§ Provided records:
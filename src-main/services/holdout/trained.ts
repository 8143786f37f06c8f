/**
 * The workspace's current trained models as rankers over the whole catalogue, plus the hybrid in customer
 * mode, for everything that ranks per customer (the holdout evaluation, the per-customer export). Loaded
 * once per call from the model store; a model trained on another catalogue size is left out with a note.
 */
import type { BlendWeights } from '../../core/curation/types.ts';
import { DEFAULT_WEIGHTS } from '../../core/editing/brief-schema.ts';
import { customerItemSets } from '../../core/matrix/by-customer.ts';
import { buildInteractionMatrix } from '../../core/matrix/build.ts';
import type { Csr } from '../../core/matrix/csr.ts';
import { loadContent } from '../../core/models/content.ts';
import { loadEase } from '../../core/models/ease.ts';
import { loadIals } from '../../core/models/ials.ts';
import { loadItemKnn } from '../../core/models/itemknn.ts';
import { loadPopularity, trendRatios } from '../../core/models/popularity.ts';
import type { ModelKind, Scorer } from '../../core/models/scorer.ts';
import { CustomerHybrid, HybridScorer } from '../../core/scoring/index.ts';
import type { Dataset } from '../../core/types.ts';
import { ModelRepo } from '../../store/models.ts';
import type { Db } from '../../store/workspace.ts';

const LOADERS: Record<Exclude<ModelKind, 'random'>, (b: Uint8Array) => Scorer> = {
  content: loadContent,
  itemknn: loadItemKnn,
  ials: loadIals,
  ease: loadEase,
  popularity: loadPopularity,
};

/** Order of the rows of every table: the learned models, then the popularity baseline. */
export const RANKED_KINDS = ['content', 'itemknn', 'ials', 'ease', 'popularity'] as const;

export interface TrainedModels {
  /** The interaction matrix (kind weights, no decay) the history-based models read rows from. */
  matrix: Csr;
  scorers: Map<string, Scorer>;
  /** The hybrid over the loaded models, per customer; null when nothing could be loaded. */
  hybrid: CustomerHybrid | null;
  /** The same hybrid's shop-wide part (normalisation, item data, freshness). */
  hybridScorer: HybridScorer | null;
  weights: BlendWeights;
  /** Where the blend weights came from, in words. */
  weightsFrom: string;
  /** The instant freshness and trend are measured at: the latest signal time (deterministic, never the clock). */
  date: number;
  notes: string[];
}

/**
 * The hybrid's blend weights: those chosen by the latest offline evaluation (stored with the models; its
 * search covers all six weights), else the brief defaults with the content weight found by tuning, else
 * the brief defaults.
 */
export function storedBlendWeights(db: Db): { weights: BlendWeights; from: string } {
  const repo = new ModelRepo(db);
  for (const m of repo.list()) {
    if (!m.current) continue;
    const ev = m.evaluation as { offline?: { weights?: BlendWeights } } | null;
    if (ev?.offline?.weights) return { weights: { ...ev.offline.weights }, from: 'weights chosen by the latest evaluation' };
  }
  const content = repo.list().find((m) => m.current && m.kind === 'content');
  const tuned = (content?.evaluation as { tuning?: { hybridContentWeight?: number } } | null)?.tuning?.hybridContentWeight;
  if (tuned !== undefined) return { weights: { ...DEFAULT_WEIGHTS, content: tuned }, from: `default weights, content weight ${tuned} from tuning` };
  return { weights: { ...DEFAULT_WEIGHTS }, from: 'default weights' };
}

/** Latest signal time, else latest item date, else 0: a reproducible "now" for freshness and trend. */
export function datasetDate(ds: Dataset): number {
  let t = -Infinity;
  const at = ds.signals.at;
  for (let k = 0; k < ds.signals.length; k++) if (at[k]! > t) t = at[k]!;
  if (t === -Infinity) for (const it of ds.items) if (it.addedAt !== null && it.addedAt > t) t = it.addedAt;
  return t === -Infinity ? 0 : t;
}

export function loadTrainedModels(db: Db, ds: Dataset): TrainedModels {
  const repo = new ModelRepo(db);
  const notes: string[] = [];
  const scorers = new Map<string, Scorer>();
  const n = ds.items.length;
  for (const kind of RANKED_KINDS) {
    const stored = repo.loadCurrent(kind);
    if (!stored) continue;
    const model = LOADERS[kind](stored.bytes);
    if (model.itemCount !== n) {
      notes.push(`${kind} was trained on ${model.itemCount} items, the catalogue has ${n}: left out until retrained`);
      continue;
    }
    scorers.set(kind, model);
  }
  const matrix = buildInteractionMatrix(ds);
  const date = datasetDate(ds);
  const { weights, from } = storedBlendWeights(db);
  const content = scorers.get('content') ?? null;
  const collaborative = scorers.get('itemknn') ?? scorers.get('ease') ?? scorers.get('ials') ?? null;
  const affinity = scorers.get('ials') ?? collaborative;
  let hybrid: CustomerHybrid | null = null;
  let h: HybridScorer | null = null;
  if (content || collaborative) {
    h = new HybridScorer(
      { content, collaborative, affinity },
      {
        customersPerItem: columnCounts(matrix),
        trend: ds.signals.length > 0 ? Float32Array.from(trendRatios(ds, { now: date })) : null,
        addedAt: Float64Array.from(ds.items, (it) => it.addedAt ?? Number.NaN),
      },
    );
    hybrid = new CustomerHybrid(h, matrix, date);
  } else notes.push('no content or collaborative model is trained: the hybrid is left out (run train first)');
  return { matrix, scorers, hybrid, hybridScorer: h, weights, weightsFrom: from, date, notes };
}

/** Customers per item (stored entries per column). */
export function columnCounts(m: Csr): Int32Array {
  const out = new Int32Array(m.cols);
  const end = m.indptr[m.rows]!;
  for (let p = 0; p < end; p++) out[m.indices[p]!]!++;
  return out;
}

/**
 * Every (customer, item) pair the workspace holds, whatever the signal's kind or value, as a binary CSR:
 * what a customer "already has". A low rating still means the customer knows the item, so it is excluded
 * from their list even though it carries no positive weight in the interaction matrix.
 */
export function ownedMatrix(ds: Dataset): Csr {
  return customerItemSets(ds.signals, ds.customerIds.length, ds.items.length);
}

§ How to complete this task:
Figure out how many lines of the material include "loadContent", then reply with the count alone.

§ Output below:
2